◆ TASK REQUIREMENTS ◆
Line by line, output the material without altering anything.

◆ RECORDS SHOWN ◆
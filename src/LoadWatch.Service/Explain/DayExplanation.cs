using System.Globalization;
using System.Text;
using LoadWatch.Days;
using LoadWatch.Findings;
using LoadWatch.Notices;
using LoadWatch.People;
using LoadWatch.Service.Configuration;
using LoadWatch.Service.Export;
using LoadWatch.Service.Pipeline;
using LoadWatch.Storage;
using LoadWatch.Storage.Decisions;
using NodaTime;

namespace LoadWatch.Service.Explain;

/// <summary>A person's day: state, sessions, trends with their coverage, findings.</summary>
public static class DayExplanation
{
    /// <summary>Null where the word is nobody's id.</summary>
    public static string? Of(WorkingConfiguration configuration, StoreSession session, string person, LocalDate? date)
    {
        if (!configuration.People.TryGetValue(person, out var known))
        {
            return null;
        }

        var day = date is { } wanted ? session.Days.OfPerson(known.Id, wanted, wanted).FirstOrDefault() : LastDay.Of(session, known.Id);
        var text = new StringBuilder();
        if (day is null)
        {
            text.AppendLine(CultureInfo.InvariantCulture, $"{OneLine.Of(known.Name)}: nothing is computed for {(date is { } missing ? Words.Date(missing) : "any day yet")}.");
            AppendDecisions(text, session, known.Id, date);
            return text.ToString();
        }

        text.AppendLine(CultureInfo.InvariantCulture, $"{OneLine.Of(known.Name)}, {Words.Date(day.Date)}: {Words.Of(day.State)}{(day.StateSource is { } source ? $" ({source})" : "")}");
        AppendDecisions(text, session, known.Id, day.Date);
        var basis = TableBasis.Of(configuration, session);
        foreach (var quiet in NotWatched.Of(session.Days.OfPerson(known.Id, day.Date.PlusDays(-LoadCalendar.LookBackDays), day.Date), configuration.GroupOf(known).Limits))
        {
            text.AppendLine(CultureInfo.InvariantCulture, $"    {quiet.Sentence(day.Date)}");
        }

        AppendTrends(text, day, configuration.GroupOf(known));
        DayTrendText.Append(text, day, session.Days.Before(known.Id, day.Date.PlusDays(1), day.Date));
        RoomText.Append(text, new TodaysLimits(configuration, basis), session, known, date is null ? [day.Date, day.Date.PlusDays(1)] : [day.Date]);
        ReferenceExplanation.Append(text, known, configuration.GroupOf(known), basis, day.Date);
        ReferenceExplanation.AppendObserved(text, known, basis, day.Date);
        TestText.Append(text, session, basis, known, day.Date);
        var recorded = session.Activities.OfPerson(known.Id, day.Date, day.Date).ToDictionary(activity => activity.Key, StringComparer.Ordinal);
        foreach (var activity in PersonTraining.Of(session, configuration, basis, known, day.Date, day.Date).Activities)
        {
            text.AppendLine();
            SessionText.Append(text, session, activity, recorded.GetValueOrDefault(activity.Key));
        }

        foreach (var finding in session.Findings.OfPerson(known.Id, day.Date, day.Date))
        {
            text.AppendLine();
            FindingExplanation.Append(text, finding);
        }

        return text.ToString();
    }

    /// <summary>What staff said of the date, withdrawn or not: who, when, and why.</summary>
    private static void AppendDecisions(StringBuilder text, StoreSession session, string person, LocalDate? date)
    {
        if (date is not { } day)
        {
            return;
        }

        var decisions = session.Decisions.OfPerson(person);
        var about = decisions.Where(decision => decision.Subject == person && IsAbout(decision, day)).Select(decision => decision.Id).ToHashSet(StringComparer.Ordinal);
        foreach (var decision in decisions.Where(decision => about.Contains(decision.Id) || about.Contains(decision.Subject)))
        {
            text.AppendLine(CultureInfo.InvariantCulture, $"    {DecisionText.Sentence(decision, decisions)}");
        }
    }

    private static bool IsAbout(Decision decision, LocalDate day) => decision.From <= day && decision.Kind switch
    {
        DecisionKind.Ill or DecisionKind.Injured or DecisionKind.Away => !(day > decision.Until),
        _ => day <= (decision.Until ?? decision.From),
    };

    private static void AppendTrends(StringBuilder text, Day day, Group group)
    {
        Line(text, $"load ({group.LoadQuantity})", day.Load);
        Line(text, "acute: sum of 7 days, scaled to the covered ones", day.Acute);
        Line(text, "chronic: mean week of 28 days, scaled to the covered ones", day.Chronic);
        Line(text, "mean week of days 8 to 28 back", day.ChronicBefore);
        Line(text, "ratio, coupled = acute / chronic", day.RatioCoupled);
        Line(text, "ratio, uncoupled = acute / mean week of days 8 to 28 back", day.RatioUncoupled);
        Line(text, "ratio of exponential averages, 7 and 28 days (Williams 2017)", day.RatioEwma);
        Line(text, "change against the week before, fraction", day.WeeklyChange);
        Line(text, $"monotony = mean / SD ({group.Deviation.Divisor()}) of 7 days (Foster 1998)", day.Monotony);
        Line(text, "strain = week x monotony (Foster 1998)", day.Strain);
        Line(text, "share of 7 days with known load", day.Coverage7);
        Line(text, "share of 28 days with known load", day.Coverage28);
    }

    private static void Line(StringBuilder text, string name, double? value) =>
        text.AppendLine(CultureInfo.InvariantCulture, $"    {name} = {Number(value)}");

    private static string Number(double? value) => value is { } known ? known.ToString("0.###", CultureInfo.InvariantCulture) : "unknown";
}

◆ ANSWER TO THIS EXERCISE ◆
filename src/LoadWatch.Service/Explain/DayExplanation.cs
using System.Globalization;
using System.Text;
using LoadWatch.Days;
using LoadWatch.Findings;
using LoadWatch.Notices;
using LoadWatch.People;
using LoadWatch.Service.Configuration;
using LoadWatch.Service.Export;
using LoadWatch.Service.Pipeline;
using LoadWatch.Storage;
using LoadWatch.Storage.Decisions;
using NodaTime;

namespace LoadWatch.Service.Explain;

/// <summary>A person's day: state, sessions, trends with their coverage, findings.</summary>
public static class DayExplanation
{
    /// <summary>Null where the word is nobody's id.</summary>
    public static string? Of(WorkingConfiguration configuration, StoreSession session, string person, LocalDate? date)
    {
        if (!configuration.People.TryGetValue(person, out var known))
        {
            return null;
        }

        var day = date is { } wanted ? session.Days.OfPerson(known.Id, wanted, wanted).FirstOrDefault() : LastDay.Of(session, known.Id);
        var text = new StringBuilder();
        if (day is null)
        {
            text.AppendLine(CultureInfo.InvariantCulture, $"{OneLine.Of(known.Name)}: nothing is computed for {(date is { } missing ? Words.Date(missing) : "any day yet")}.");
            AppendDecisions(text, session, known.Id, date);
            return text.ToString();
        }

        text.AppendLine(CultureInfo.InvariantCulture, $"{OneLine.Of(known.Name)}, {Words.Date(day.Date)}: {Words.Of(day.State)}{(day.StateSource is { } source ? $" ({source})" : "")}");
        AppendDecisions(text, session, known.Id, day.Date);
        var basis = TableBasis.Of(configuration, session);
        foreach (var quiet in NotWatched.Of(session.Days.OfPerson(known.Id, day.Date.PlusDays(-LoadCalendar.LookBackDays), day.Date), configuration.GroupOf(known).Limits))
        {
            text.AppendLine(CultureInfo.InvariantCulture, $"    {quiet.Sentence(day.Date)}");
        }

        AppendTrends(text, day, configuration.GroupOf(known));
        DayTrendText.Append(text, day, session.Days.Before(known.Id, day.Date.PlusDays(1), day.Date));
        RoomText.Append(text, new TodaysLimits(configuration, basis), session, known, date is null ? [day.Date, day.Date.PlusDays(1)] : [day.Date]);
        ReferenceExplanation.Append(text, known, configuration.GroupOf(known), basis, day.Date);
        ReferenceExplanation.AppendObserved(text, known, basis, day.Date);
        TestText.Append(text, session, basis, known, day.Date);
        var recorded = session.Activities.OfPerson(known.Id, day.Date, day.Date).ToDictionary(activity => activity.Key, StringComparer.Ordinal);
        foreach (var activity in PersonTraining.Of(session, configuration, basis, known, day.Date, day.Date).Activities)
        {
            text.AppendLine();
            SessionText.Append(text, session, activity, recorded.GetValueOrDefault(activity.Key));
        }

        foreach (var finding in session.Findings.OfPerson(known.Id, day.Date, day.Date))
        {
            text.AppendLine();
            FindingExplanation.Append(text, finding);
        }

        return text.ToString();
    }

    /// <summary>What staff said of the date, withdrawn or not: who, when, and why.</summary>
    private static void AppendDecisions(StringBuilder text, StoreSession session, string person, LocalDate? date)
    {
        if (date is not { } day)
        {
            return;
        }

        var decisions = session.Decisions.OfPerson(person);
        var about = decisions.Where(decision => decision.Subject == person && IsAbout(decision, day)).Select(decision => decision.Id).ToHashSet(StringComparer.Ordinal);
        foreach (var decision in decisions.Where(decision => about.Contains(decision.Id) || about.Contains(decision.Subject)))
        {
            text.AppendLine(CultureInfo.InvariantCulture, $"    {DecisionText.Sentence(decision, decisions)}");
        }
    }

    private static bool IsAbout(Decision decision, LocalDate day) => decision.From <= day && decision.Kind switch
    {
        DecisionKind.Ill or DecisionKind.Injured or DecisionKind.Away => !(day > decision.Until),
        _ => day <= (decision.Until ?? decision.From),
    };

    private static void AppendTrends(StringBuilder text, Day day, Group group)
    {
        Line(text, $"load ({group.LoadQuantity})", day.Load);
        Line(text, "acute: sum of 7 days, scaled to the covered ones", day.Acute);
        Line(text, "chronic: mean week of 28 days, scaled to the covered ones", day.Chronic);
        Line(text, "mean week of days 8 to 28 back", day.ChronicBefore);
        Line(text, "ratio, coupled = acute / chronic", day.RatioCoupled);
        Line(text, "ratio, uncoupled = acute / mean week of days 8 to 28 back", day.RatioUncoupled);
        Line(text, "ratio of exponential averages, 7 and 28 days (Williams 2017)", day.RatioEwma);
        Line(text, "change against the week before, fraction", day.WeeklyChange);
        Line(text, $"monotony = mean / SD ({group.Deviation.Divisor()}) of 7 days (Foster 1998)", day.Monotony);
        Line(text, "strain = week x monotony (Foster 1998)", day.Strain);
        Line(text, "share of 7 days with known load", day.Coverage7);
        Line(text, "share of 28 days with known load", day.Coverage28);
    }

    private static void Line(StringBuilder text, string name, double? value) =>
        text.AppendLine(CultureInfo.InvariantCulture, $"    {name} = {Number(value)}");

    private static string Number(double? value) => value is { } known ? known.ToString("0.###", CultureInfo.InvariantCulture) : "unknown";
}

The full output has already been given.